A brief public forum conducted last month by the Australian government's Clarke inquiry into the failed terrorist prosecution of Dr Mohamed Haneef provided a rare glimpse into the workings of this secretive body. The Labor government established the closed-door investigation earlier this year, with a brief to "restore public confidence" in counter-terrorism measures.

Last year's Haneef debacle was a significant turning point in the discrediting of anti-terror legislation in the eyes of ordinary people. The young Indian-born Muslim doctor was arrested in July 2007 and detained for more than three weeks before being charged with "recklessly" supporting a terrorist organisation.

However, despite a media frenzy, fuelled by leaks from police and the former Howard government, suggesting that Haneef belonged to an international "terrorist doctors' network," the case quickly disintegrated after his lawyers released the transcript of a police interview, allowing the public to see the lack of any real evidence against him.

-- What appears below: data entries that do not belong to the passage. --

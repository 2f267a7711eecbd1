"""The result of an audit: the schemes found, the flagged cells, the restorations."""

from __future__ import annotations

from dataclasses import dataclass, field

from ..reading import exact_text
from .diagnose import Finding
from .restoration import Restoration
from .schemes import Frame, Scheme
from ..tables import Table

__all__ = ["AuditResult", "SUGGESTION"]

#: Said wherever diagnoses and restorations are shown.
SUGGESTION = ("Diagnoses and restorations are suggestions for the editor's judgement, not "
              "readings: each fits the scheme found, and the scheme itself is an inference.")


@dataclass
class AuditResult:
    """Schemes, flags and restorations of one table (``to_dict`` gives the JSON of DESIGN.md)."""

    table: Table
    frame: Frame
    schemes: list[Scheme]
    findings: list[Finding]
    restorations: list[Restoration]
    unchecked: list[str] = field(default_factory=list)
    true: dict = field(default_factory=dict)

    @property
    def source(self) -> str:
        return self.table.source

    @property
    def flags(self) -> list[dict]:
        return [self._flag(f) for f in self.findings]

    @property
    def slips(self) -> list[dict]:
        """The flags that are slips of their own (not lines that inherit one, nor missing lines)."""
        return [f for f in self.flags if f["kind"] not in ("carried-forward", "lines-missing")]

    def _flag(self, f: Finding) -> dict:
        cell = self.table.columns[f.column].cells[f.index]
        fr = self.frame.fraction
        expected = fr(f.expected)
        out = {
            "row": f.index + 1,
            "column": f.column,
            "written": cell.text,
            # no expected value is offered where the scheme gives none a scribe could write
            "expected": self.table.columns[f.column].write(f.index, expected)
            if expected is not None else "",
            "kind": f.kind,
            "reason": f.reason,
            "written_value": exact_text(fr(f.written)) if f.written is not None else "",
            "expected_value": exact_text(expected) if expected is not None else "",
        }
        if f.carried_into:
            # rows of this column, and of other columns computed from it
            same = sorted(k + 1 for c, k in f.carried_into if c == f.column)
            if same:
                out["carried_into"] = same
            others: dict[str, list[int]] = {}
            for c, k in sorted(f.carried_into):
                if c != f.column:
                    others.setdefault(c, []).append(k + 1)
            if others:
                out["carried_into_columns"] = others
        if f.carried_from is not None:
            out["carried_from"] = {"column": f.carried_from[0], "row": f.carried_from[1] + 1}
        if f.notes:
            out["notes"] = list(f.notes)
        return out

    @property
    def numbers(self) -> int:
        """How many cells the audit read (damaged ones included)."""
        return sum(len(c.cells) for c in self.table.columns.values())

    def summary(self) -> dict:
        """Counts for a one-line account of the audit."""
        flags = self.flags
        checked = {s.column for s in self.schemes}
        return {
            "cells": self.numbers,
            "checked": sum(len(c.cells) for n, c in self.table.columns.items() if n in checked),
            "slips": sum(1 for f in flags if f["kind"] not in ("carried-forward", "lines-missing")),
            "lines_missing": sum(1 for f in flags if f["kind"] == "lines-missing"),
            "carried_forward": sum(1 for f in flags if f["kind"] == "carried-forward"),
            # a plain cell (not kept whole) always has its value
            "damaged": sum(1 for c in self.table.columns.values() for _, x in c.cells.kept()
                           if x.damaged),
            "restored": len({(r.index, r.column) for r in self.restorations}),
        }

    def to_dict(self) -> dict:
        return {
            "source": self.source,
            "rows": self.table.nrows,
            "columns": list(self.table.columns),
            "summary": self.summary(),
            "schemes": [s.to_dict() for s in self.schemes],
            "flags": self.flags,
            "restorations": [r.to_dict() for r in self.restorations],
            "unchecked": list(self.unchecked),
            # Cells that cannot be read (row, column, text, message): the audit
            # went on without them, as if they were lost.
            "unreadable": self.table.unreadable,
            "left_out": [{"column": k, "message": v} for k, v in self.table.left_out.items()],
            "table_notes": list(getattr(self.table, "notes", [])),
            "note": SUGGESTION,
        }
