@dataclass
class BatchResult:
    """One batch run: per-file entries (dicts) and the summary."""

    kind: str                                   # "annotate" or "audit"
    folder: str
    out: str | None
    files: list[dict] = field(default_factory=list)
    index: str | None = None
    resumed: int = 0
    summary_dir: str | None = None

    @property
    def summary(self) -> dict:
        ok = [f for f in self.files if "error" not in f and "skipped" not in f]
        return {
            "files": len(self.files),
            "failed": sum(1 for f in self.files if "error" in f),
            "skipped": sum(1 for f in self.files if "skipped" in f),
            "numbers": sum(f.get("numbers", 0) for f in ok),
            "damaged": sum(f.get("damaged", 0) for f in ok),
            "flagged": sum(f.get("flagged", 0) for f in ok),
            "restored": sum(f.get("restored", 0) for f in ok),
            "unreadable": sum(f.get("unreadable", 0) for f in ok),
        }

    def findings(self) -> list[dict]:
        """Every contradiction, slip and restoration of the run, one flat row each, sorted.

        The columns are the same for every row (``FINDING_COLUMNS``), so the
        list sorts by any of them; here by file, then row or line.
        """
        rows = []
        for f in self.files:
            for n in f.get("contradictions", []):
                rows.append({"file": f["file"], "kind": n.get("status", "contradiction"),
                             "row": n.get("line") or "", "column": "", "written": n.get("text", ""),
                             "expected": n.get("value", ""),
                             "detail": short(n.get("message", ""))})
            for g in f.get("flags", []):
                rows.append({"file": f["file"], "kind": g.get("kind", ""), "row": g.get("row", ""),
                             "column": g.get("column", ""), "written": g.get("written", ""),
                             "expected": g.get("expected", ""), "detail": "slip (a suggestion)"})
            for r in f.get("restorations", []):
                rows.append({"file": f["file"], "kind": "restoration", "row": r.get("row", ""),
                             "column": r.get("column", ""), "written": "",
                             "expected": r.get("text", ""),
                             "detail": f"value {r.get('value', '')}, probability "
                                       f"{r.get('probability', '')} (a suggestion)"})
        for row in rows:
            row.update({k: str(v) for k, v in row.items()})
        rows.sort(key=lambda r: (r["file"], int(r["row"]) if r["row"].isdigit() else 0, r["column"]))
        return rows

    def to_dict(self) -> dict:
        out = {"kind": self.kind, "folder": self.folder, "summary": self.summary,
               "files": self.files}
        if self.out is not None:
            out["out"] = self.out
        if self.index is not None:
            out["index"] = self.index
        if self.resumed:
            out["resumed"] = self.resumed
        if self.summary_dir is not None:
            out["summary_files"] = [str(Path(self.summary_dir) / n) for n in SUMMARY_FILES]
        return out


#: The columns of ``numcheck-findings.csv`` (and of each row of ``findings()``).
FINDING_COLUMNS = ("file", "kind", "row", "column", "written", "expected", "detail")
#: The columns of ``numcheck-files.csv``.
FILE_COLUMNS = ("file", "status", "numbers", "damaged", "flagged", "restored", "message")


def find_files(folder: str | os.PathLike, suffixes: tuple[str, ...],
               exclude: str | os.PathLike | None = None) -> list[Path]:
    """The files under *folder* (subfolders too) with one of *suffixes*, sorted.

    Hidden files and folders (names starting with ".") and anything inside
    *exclude* are left out.  Symbolic links are followed only when they stay
    inside *folder*: a batch never reads a file outside the folder it was given.
    """
    return [Path(path) for _, path in _found_files(folder, suffixes, exclude)]


def _found_files(folder, suffixes: tuple[str, ...], exclude=None) -> list[tuple[str, str]]:
    """:func:`find_files` as ``(name relative to the folder, with "/"; path)`` pairs."""
    root = Path(folder)
    if not root.is_dir():
        raise NumcheckError(f"{short(display_name(str(root)))!r} is not a folder.")
    real_root = os.path.realpath(root)
    skip = os.path.realpath(exclude) if exclude is not None else None
    found: list[tuple[str, str]] = []

    def inside(real: str, outer: str) -> bool:
        return real.startswith(outer.rstrip(os.sep) + os.sep)

    def walk(path: str, rel: str) -> None:
        try:
            entries = sorted(os.scandir(path), key=lambda e: e.name)
        except OSError:
            return
        for entry in entries:
            name = entry.name
            if name.startswith("."):
                continue
            try:
                link = entry.is_symlink()
                if not link and entry.is_dir():
                    # A folder reached without a link lies inside the root.
                    real = os.path.join(real_root, rel, name)
                    if skip is not None and (real == skip or inside(real, skip)):
                        continue
                    walk(entry.path, f"{rel}{name}/")
                    continue
                if os.path.splitext(name)[1].lower() not in suffixes:
                    continue
                if link:
                    real = os.path.realpath(entry.path)
                    if not inside(real, real_root):
                        continue            # a link that leads out of the folder
                else:
                    real = os.path.join(real_root, rel, name)
                if skip is not None and (real == skip or inside(real, skip)):
                    continue
                if not entry.is_file():
                    continue                # a FIFO, a device, a dangling link, a folder's link
            except OSError:
                continue
            found.append((f"{rel}{name}", entry.path))
            if len(found) > limits.MAX_BATCH_FILES:
                raise LimitError(f"number of files in {short(display_name(str(root)))!r}",
                                 f"over {limits.MAX_BATCH_FILES}", limits.MAX_BATCH_FILES,
                                 "Set numcheck.limits.MAX_BATCH_FILES higher, or run on a subfolder.")

    walk(str(root), "")
    found.sort(key=lambda item: item[0])
    return found


def _no_files(root: Path, suffixes: tuple[str, ...]) -> NumcheckError:
    return NumcheckError(
        f"No {' or '.join(suffixes)} files were found in {short(display_name(str(root)))!r} "
        "(hidden files and folders, and links that lead out of the folder, are left out); "
        "nothing was done.")


# -- the journal: what is done, so that a stopped run resumes ----------------

def _stamp(path: str) -> list:
    st = os.stat(path)
    return [st.st_size, st.st_mtime_ns]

The Commonwealth Director of Public Prosecutions was forced to drop the charge, with a prosecutor admitting in court that the police had made two crucial false allegations against Haneef: that his old mobile phone SIM card had been found in the jeep that exploded into Glasgow airport on June 30, 2007 and that Haneef had resided in Britain with people connected to the attack.

The Howard government's attempt to frame up an innocent young man only added to the rising distrust and opposition to the entire "war on terror", which had been used as the pretext not only for introducing police-state measures at home, but for joining the broadly unpopular US-led wars in Afghanistan and Iraq.

Facing electoral defeat last year, Howard and his ministers seized upon Haneef's arrest to try to whip up new fears of terrorism and justify the draconian anti-terrorism laws introduced since 2002. The then Labor opposition, led by Kevin Rudd, and the state Labor governments all participated in the witch-hunt. Only when the tide of public opinion turned and the case imploded did Labor change tack, promising to conduct an inquiry.

The Clarke inquiry's one-day event on September 22 was intended as a token gesture of public consultation. It was the only occasion, apart from a formal opening session, in which the inquiry, headed by former judge John Clarke, has been opened to public view. All the inquiry's actual proceedings--which have consisted of "non-adversarial" interviews with some of those involved in pursuing Haneef--have been held in camera, completely shielded from public scrutiny.

In keeping with Labor's instructions to focus on re-building support for the anti-terrorism measures, the stated purpose of the public forum was extremely narrow. It was to enable "interested persons" to discuss one of the inquiry's terms of reference: to examine any "deficiencies" in the counter-terrorism laws or the operational procedures of the federal police and security agencies.

Participants were asked to comment on an issues paper that was confined to presenting alternative proposals for amending some of the legal provisions used against Haneef. The options included recommendations to strengthen police powers of arrest and detention.

Opening the event, the chairman, lawyer Stephen Thompson, specified that no questions would be allowed of Clarke or any of the Commonwealth agencies. Nor was there to be any canvassing of the facts in the Haneef case, only submissions on the relevant laws and protocols.

In a brief welcoming statement, Clarke rejected--without offering any explanation--calls that had been made for the inquiry to be given royal commission powers and hold public hearings where key participants in the frame-up could be cross-examined.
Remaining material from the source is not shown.